Retype word for word the lines of the data below, from the first to the one bearing "the crest). */", with that one included.

(Collected data)
━━━━━━━━━━━━━━━━━━━━

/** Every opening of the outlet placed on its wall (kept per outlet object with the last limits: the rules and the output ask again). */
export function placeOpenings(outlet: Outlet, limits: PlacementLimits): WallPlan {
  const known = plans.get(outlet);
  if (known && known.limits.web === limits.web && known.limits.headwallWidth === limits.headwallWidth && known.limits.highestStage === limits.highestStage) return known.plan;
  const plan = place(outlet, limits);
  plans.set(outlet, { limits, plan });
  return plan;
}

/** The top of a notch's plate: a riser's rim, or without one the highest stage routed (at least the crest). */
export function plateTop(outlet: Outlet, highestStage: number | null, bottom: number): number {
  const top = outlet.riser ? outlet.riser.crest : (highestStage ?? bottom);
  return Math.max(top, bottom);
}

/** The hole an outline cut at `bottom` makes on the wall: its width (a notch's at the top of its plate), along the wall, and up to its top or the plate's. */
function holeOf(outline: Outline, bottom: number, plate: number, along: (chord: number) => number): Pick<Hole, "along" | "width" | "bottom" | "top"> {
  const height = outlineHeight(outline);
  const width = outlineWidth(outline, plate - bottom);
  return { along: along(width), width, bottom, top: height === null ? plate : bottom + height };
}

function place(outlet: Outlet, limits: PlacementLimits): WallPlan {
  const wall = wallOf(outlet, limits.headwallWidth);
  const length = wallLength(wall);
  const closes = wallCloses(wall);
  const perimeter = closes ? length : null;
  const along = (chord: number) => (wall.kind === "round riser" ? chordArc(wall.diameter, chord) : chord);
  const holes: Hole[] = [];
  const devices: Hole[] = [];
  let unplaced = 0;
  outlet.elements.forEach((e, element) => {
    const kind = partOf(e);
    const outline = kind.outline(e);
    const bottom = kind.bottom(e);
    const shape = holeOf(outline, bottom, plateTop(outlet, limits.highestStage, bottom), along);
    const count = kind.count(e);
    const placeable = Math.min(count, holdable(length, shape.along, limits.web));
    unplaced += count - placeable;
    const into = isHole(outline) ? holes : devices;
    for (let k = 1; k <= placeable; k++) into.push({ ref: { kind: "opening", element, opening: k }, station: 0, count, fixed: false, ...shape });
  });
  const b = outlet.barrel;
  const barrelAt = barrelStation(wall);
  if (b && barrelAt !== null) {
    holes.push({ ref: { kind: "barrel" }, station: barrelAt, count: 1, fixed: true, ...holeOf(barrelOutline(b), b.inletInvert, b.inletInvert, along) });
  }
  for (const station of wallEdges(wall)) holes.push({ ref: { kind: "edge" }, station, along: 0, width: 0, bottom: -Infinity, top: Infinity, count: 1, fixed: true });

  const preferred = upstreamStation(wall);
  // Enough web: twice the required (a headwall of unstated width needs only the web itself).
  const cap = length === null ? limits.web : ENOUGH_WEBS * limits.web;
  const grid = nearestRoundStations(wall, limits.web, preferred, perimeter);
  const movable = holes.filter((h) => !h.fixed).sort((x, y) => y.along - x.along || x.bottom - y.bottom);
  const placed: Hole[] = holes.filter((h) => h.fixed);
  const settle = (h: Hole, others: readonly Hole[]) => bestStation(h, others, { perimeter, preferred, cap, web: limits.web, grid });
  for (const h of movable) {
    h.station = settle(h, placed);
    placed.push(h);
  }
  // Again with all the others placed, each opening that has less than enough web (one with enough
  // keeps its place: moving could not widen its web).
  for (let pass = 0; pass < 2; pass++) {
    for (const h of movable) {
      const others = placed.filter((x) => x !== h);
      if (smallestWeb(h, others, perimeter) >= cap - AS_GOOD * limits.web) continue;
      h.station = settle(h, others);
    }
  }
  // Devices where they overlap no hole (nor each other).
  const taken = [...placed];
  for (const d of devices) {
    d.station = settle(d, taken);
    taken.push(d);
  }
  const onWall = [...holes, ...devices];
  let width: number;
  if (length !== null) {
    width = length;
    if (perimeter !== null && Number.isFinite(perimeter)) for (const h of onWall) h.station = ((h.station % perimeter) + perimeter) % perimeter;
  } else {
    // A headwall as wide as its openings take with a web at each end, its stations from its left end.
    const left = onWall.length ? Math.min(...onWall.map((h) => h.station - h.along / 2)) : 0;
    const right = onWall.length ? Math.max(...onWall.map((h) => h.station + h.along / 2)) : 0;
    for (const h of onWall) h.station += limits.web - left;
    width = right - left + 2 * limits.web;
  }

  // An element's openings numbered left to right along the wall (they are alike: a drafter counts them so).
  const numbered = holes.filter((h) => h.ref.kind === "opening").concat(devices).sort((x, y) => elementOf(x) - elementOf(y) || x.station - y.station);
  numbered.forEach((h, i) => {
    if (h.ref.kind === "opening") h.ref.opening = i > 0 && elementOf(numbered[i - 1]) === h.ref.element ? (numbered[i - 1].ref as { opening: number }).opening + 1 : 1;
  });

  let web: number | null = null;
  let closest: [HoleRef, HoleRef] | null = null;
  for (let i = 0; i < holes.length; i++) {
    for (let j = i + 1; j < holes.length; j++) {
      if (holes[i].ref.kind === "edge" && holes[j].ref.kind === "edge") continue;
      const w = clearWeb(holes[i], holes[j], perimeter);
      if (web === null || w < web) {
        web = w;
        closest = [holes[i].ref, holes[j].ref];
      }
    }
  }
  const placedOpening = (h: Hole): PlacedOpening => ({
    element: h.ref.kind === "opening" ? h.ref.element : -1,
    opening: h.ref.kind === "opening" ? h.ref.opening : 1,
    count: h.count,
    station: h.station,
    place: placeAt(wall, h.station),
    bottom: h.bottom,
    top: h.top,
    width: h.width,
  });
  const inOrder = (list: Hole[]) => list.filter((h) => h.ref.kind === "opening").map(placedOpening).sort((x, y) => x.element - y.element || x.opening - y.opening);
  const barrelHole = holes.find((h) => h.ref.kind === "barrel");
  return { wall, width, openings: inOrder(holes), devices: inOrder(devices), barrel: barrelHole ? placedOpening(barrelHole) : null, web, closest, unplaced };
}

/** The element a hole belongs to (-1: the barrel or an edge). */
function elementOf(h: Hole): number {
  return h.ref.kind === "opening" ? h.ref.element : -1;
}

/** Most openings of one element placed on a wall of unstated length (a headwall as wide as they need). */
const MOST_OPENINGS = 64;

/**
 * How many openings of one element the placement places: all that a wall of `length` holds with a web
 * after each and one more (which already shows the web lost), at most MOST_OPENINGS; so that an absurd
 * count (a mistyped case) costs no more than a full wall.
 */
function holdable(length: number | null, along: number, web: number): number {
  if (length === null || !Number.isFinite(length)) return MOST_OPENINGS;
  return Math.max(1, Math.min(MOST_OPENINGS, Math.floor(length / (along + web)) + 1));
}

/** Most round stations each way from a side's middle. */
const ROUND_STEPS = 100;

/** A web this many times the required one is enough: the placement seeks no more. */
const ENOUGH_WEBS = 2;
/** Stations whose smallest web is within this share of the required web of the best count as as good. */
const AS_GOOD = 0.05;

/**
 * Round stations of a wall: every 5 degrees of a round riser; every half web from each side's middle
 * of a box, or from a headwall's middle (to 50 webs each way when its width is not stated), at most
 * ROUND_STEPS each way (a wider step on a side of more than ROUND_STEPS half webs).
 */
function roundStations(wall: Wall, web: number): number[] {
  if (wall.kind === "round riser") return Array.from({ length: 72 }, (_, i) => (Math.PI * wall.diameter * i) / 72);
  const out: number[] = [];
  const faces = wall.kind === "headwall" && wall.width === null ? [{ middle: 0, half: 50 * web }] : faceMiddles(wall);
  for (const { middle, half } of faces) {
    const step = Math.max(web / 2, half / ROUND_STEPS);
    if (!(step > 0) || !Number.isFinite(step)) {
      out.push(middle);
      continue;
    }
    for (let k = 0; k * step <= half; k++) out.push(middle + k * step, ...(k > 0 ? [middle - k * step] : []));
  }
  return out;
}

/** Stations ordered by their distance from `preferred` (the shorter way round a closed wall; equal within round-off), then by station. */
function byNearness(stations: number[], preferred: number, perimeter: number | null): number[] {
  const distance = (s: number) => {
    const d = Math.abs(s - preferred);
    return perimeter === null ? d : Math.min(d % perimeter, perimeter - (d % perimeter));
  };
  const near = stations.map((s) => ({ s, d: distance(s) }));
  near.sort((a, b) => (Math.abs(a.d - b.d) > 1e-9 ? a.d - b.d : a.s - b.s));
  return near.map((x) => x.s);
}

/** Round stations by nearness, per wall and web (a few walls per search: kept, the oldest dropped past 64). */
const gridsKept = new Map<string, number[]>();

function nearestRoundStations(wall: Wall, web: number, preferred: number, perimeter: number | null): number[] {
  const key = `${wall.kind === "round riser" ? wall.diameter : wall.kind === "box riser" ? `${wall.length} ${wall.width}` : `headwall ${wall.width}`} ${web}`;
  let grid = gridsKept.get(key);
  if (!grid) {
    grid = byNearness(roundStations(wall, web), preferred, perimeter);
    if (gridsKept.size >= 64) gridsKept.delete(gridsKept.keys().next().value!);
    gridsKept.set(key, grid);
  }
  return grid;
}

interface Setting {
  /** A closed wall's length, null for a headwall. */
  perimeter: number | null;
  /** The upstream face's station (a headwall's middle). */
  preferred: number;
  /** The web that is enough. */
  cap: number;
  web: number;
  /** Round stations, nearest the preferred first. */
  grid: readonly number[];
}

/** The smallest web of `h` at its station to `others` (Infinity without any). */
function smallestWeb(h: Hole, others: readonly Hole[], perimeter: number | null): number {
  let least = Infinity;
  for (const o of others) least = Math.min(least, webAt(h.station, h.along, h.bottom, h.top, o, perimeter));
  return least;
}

━━━━━━━━━━━━━━━━━━━━

• Problem solution
/** Every opening of the outlet placed on its wall (kept per outlet object with the last limits: the rules and the output ask again). */
export function placeOpenings(outlet: Outlet, limits: PlacementLimits): WallPlan {
  const known = plans.get(outlet);
  if (known && known.limits.web === limits.web && known.limits.headwallWidth === limits.headwallWidth && known.limits.highestStage === limits.highestStage) return known.plan;
  const plan = place(outlet, limits);
  plans.set(outlet, { limits, plan });
  return plan;
}

/** The top of a notch's plate: a riser's rim, or without one the highest stage routed (at least the crest). */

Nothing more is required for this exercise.